I was looking at the Dayton earlier. It's a fantastic price. But when I model it against the Kenwood, the F3 of the Dayton is 49 Hz vs the Kenwood at 35 Hz. That's quite a difference.


----------



## Stycker (Jan 31, 2018)

TheLex said:


> I was looking at the Dayton earlier. It's a fantastic price. But when I model it against the Kenwood, the F3 of the Dayton is 49 Hz vs the Kenwood at 35 Hz. That's quite a difference.


Just be careful because some subs are musical and some are one note wonders. The Dayton fell into the one note category. Just thought I would throw it out there in case it would be louder than the Kenwood.


----------



## TheLex (Jan 25, 2019)

Stycker said:


> Just be careful because some subs are musical and some are one note wonders. The Dayton fell into the one note category. Just thought I would throw it out there in case it would be louder than the Kenwood.


Exactly right! I don't want a one note wonder. I'm concerned when I read reviews and the most common phrase is "it hits hard".

I've read that a vented enclosure makes the sub much more difficult to tune, but I have no experience with that.


----------



## ToNasty (Jan 23, 2013)

TheLex said:


> Exactly right! I don't want a one note wonder. I'm concerned when I read reviews and the most common phrase is "it hits hard".
> 
> 
> 
> I've read that a vented enclosure makes the sub much more difficult to tune, but I have no experience with that.

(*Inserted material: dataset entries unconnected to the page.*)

"""Tests of the training loop: labels, determinism, checkpoints, guards, and that it learns."""

import json
import math
import os

import numpy as np
import pytest
import jax
import jax.numpy as jnp
import optax
from scipy.spatial.distance import pdist
from sklearn.model_selection import StratifiedKFold, cross_val_score
from sklearn.svm import SVC

from hilbertune import build_encoding, initial_params, quantum_gram
from hilbertune.kernels import gram_for_training
from hilbertune.errors import (ArtifactError, InvalidInputError, ResourceLimitError,
                               TrainingError)
from hilbertune.training import (TrainingSettings, balanced_batch_indices, encode_labels,
                                 median_heuristic_bandwidth, padded_size, quick_compile_options,
                                 stratified_split, train_encoding, training_gram,
                                 training_loss_function, tune_svm_c, _StaticConfig)

BLUEPRINT = build_encoding("layered", 2, n_qubits=2, layers=1)
BASE = TrainingSettings(steps=6, learning_rate=0.05, patience=0)


def blobs(n=40, seed=0):
    """Two noisy Gaussian blobs in 2-D (our own generator), labels 0/1."""
    rng = np.random.default_rng(seed)
    y = np.arange(n) % 2
    X = rng.normal(scale=0.6, size=(n, 2)) + np.where(y[:, None] == 1, 1.0, -1.0)
    return X, y


def checkerboard(n, seed):
    """2 x 2 checkerboard on [-1, 1]^2 (our own generator): a poor fit for a raw kernel."""
    rng = np.random.default_rng(seed)
    X = rng.uniform(-1.0, 1.0, size=(n, 2))
    y = ((np.floor(2 * X[:, 0]) + np.floor(2 * X[:, 1])) % 2).astype(int)
    return X, y


def without_wall_time(history):
    return [{k: v for k, v in entry.items() if k != "wall_time"} for entry in history]


def same_params(a, b):
    return a.keys() == b.keys() and all(
        np.asarray(a[k]).tobytes() == np.asarray(b[k]).tobytes() for k in a)


# ----------------------------------------------------------------------------- labels / input

def test_string_labels_are_mapped_with_unique():
    X, y = blobs()
    names = np.where(y == 1, "dog", "cat")
    result = train_encoding(BLUEPRINT, X, names, BASE._replace(steps=1), seed=0)
    assert result.classes.tolist() == ["cat", "dog"]
    reference = train_encoding(BLUEPRINT, X, y, BASE._replace(steps=1), seed=0)
    assert same_params(result.params, reference.params)  # same problem, only renamed


def test_encode_labels_matches_numpy_unique():
    y = np.array(["b", "a", "c", "a"])
    classes, y_int = encode_labels(y)
    ref_classes, ref_inverse = np.unique(y, return_inverse=True)
    assert classes.tolist() == ref_classes.tolist()
    np.testing.assert_array_equal(y_int, ref_inverse)


@pytest.mark.parametrize("labels, message", [
    (np.array([0.0, 1.0, np.nan, 1.0] * 10), "NaN"),
    (np.zeros(40), "only one class"),
    (np.arange(39) % 2, "labels"),
])
def test_bad_labels_are_refused(labels, message):
    X, _ = blobs()
    with pytest.raises(InvalidInputError, match=message):
        train_encoding(BLUEPRINT, X, labels, BASE, seed=0)


@pytest.mark.parametrize("change, message", [
    ({"optimizer": "adan"}, "did you mean 'adam'"),
    ({"objective": "centred_alignment"}, "did you mean 'centered_alignment'"),
    ({"schedule": "cosin"}, "did you mean 'cosine'"),
    ({"freeze": ("weight",)}, "freeze"),
    ({"learning_rate": -1.0}, "learning_rate"),
    ({"folds": 1}, "folds"),
    ({"validation_fraction": 1.0}, "validation_fraction"),
])
def test_bad_settings_are_refused_with_a_fix(change, message):
    X, y = blobs()
    with pytest.raises(InvalidInputError, match=message):
        train_encoding(BLUEPRINT, X, y, BASE._replace(**change), seed=0)


def test_fewer_samples_than_folds_is_refused():
    X, y = blobs(n=8)
    settings = BASE._replace(objective="ridge_kfold", folds=10, validation_fraction=0.0)
    with pytest.raises(InvalidInputError, match="folds"):
        train_encoding(BLUEPRINT, X, y, settings, seed=0)


def test_step_that_would_not_fit_in_memory_is_refused():
    X, y = blobs()
    with pytest.raises(ResourceLimitError, match="batch_size"):
        train_encoding(BLUEPRINT, X, y, BASE, seed=0, memory_budget="20kB")


def test_validation_split_needs_two_samples_per_class():
    X, _ = blobs(n=5)
    y = np.array([0, 0, 0, 0, 1])
    with pytest.raises(InvalidInputError, match="validation_fraction=0"):
        train_encoding(BLUEPRINT, X, y, BASE._replace(validation_fraction=0.2), seed=0)


# ----------------------------------------------------------------------------- pieces

def test_stratified_split_is_disjoint_complete_and_proportional():
    y = np.array([0] * 20 + [1] * 10 + [2] * 5)
    train, val = stratified_split(y, 0.2, np.random.default_rng(0))
    assert set(train).isdisjoint(val) and sorted(np.concatenate([train, val])) == list(range(35))
    assert np.bincount(y[val]).tolist() == [4, 2, 1]  # round(0.2 * n_c), at least 1
    assert np.all(np.diff(y[train]) >= 0)  # ordered by class


def test_median_heuristic_matches_scipy_pdist():
    # rule: c * median pairwise distance = sqrt(2); scipy.spatial.distance.pdist as reference
    X = np.random.default_rng(3).normal(size=(50, 4))
    c = median_heuristic_bandwidth(X, np.random.default_rng(0))
    np.testing.assert_allclose(c * np.median(pdist(X)), math.sqrt(2.0), rtol=1e-10)


def test_balanced_batch_takes_distinct_members_per_class():
    members = (jnp.asarray([0, 2, 4, 6, 0, 0], jnp.int32), jnp.asarray([1, 3, 5, 0], jnp.int32))
    sizes = jnp.asarray([4, 3], jnp.int32)  # entries beyond the size are padding
    select = jax.jit(balanced_batch_indices, static_argnums=3,
                     compiler_options=quick_compile_options())
    for t in range(5):
        index = np.asarray(select(jax.random.key(t), members, sizes, (3, 2)))
        assert len(index) == 5 and len(set(index.tolist())) == 5
        assert set(index[:3]) <= {0, 2, 4, 6} and set(index[3:]) <= {1, 3, 5}
    again = select(jax.random.key(4), members, sizes, (3, 2))
    np.testing.assert_array_equal(np.asarray(again), index)


def test_padded_size_bounds():
    for n in (1, 31, 32, 33, 100, 129, 1000, 3000):
        padded = padded_size(n)
        assert padded >= n and padded % 32 == 0
        assert n < 128 or padded - n < 0.25 * n
    assert padded_size(5000) == 5000


def test_tune_svm_c_agrees_with_cross_val_score():
    # scikit-learn reference: cross_val_score of SVC(precomputed) with the same folds
    X, y = blobs(n=30, seed=5)
    K = np.exp(-((X[:, None] - X[None]) ** 2).sum(-1))
    choice = tune_svm_c(K, y, c_grid=(0.01, 1.0, 100.0), cv=3, seed=2)
    folds = StratifiedKFold(3, shuffle=True, random_state=2)
    reference = cross_val_score(SVC(kernel="precomputed", C=choice.C), K, y, cv=folds).mean()
    np.testing.assert_allclose(choice.cv_accuracy, reference)
    assert choice.C in (0.01, 1.0, 100.0) and choice.cv_accuracy == max(choice.scores.values())
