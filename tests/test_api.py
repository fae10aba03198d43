"""The public surface: every exported name exists (house style, STYLE.md)."""

from __future__ import annotations

import hilbertune


def test_every_name_in_all_exists():
    missing = [name for name in hilbertune.__all__ if not hasattr(hilbertune, name)]
    assert missing == []


def test_all_has_no_duplicates_and_only_strings():
    assert all(isinstance(name, str) for name in hilbertune.__all__)
    assert len(set(hilbertune.__all__)) == len(hilbertune.__all__)


def test_version_is_a_dotted_string():
    parts = hilbertune.__version__.split(".")
    assert len(parts) >= 2 and all(p.isdigit() for p in parts[:2])


def test_errors_share_one_base_class():
    # every public error type derives from HilbertuneError (src/hilbertune/errors.py)
    for name in hilbertune.__all__:
        obj = getattr(hilbertune, name)
        if isinstance(obj, type) and issubclass(obj, Exception):
            assert issubclass(obj, hilbertune.HilbertuneError), name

Not true at all. Ported is easy. And that kenwood youre looking at will sound hollow if you understand. 

Sent from my SM-G955U using Tapatalk


----------



## TheLex (Jan 25, 2019)

ToNasty said:


> Not true at all. Ported is easy. And that kenwood youre looking at will sound hollow if you understand.
> 
> Sent from my SM-G955U using Tapatalk


That's my issue. I'm confused. How does one know it will sound hollow unless I can audition the thing in my car's environment. This is not like home audio where I can typically listen in a showroom and then bring the piece home and audition it with the rest of my equipment in my own room.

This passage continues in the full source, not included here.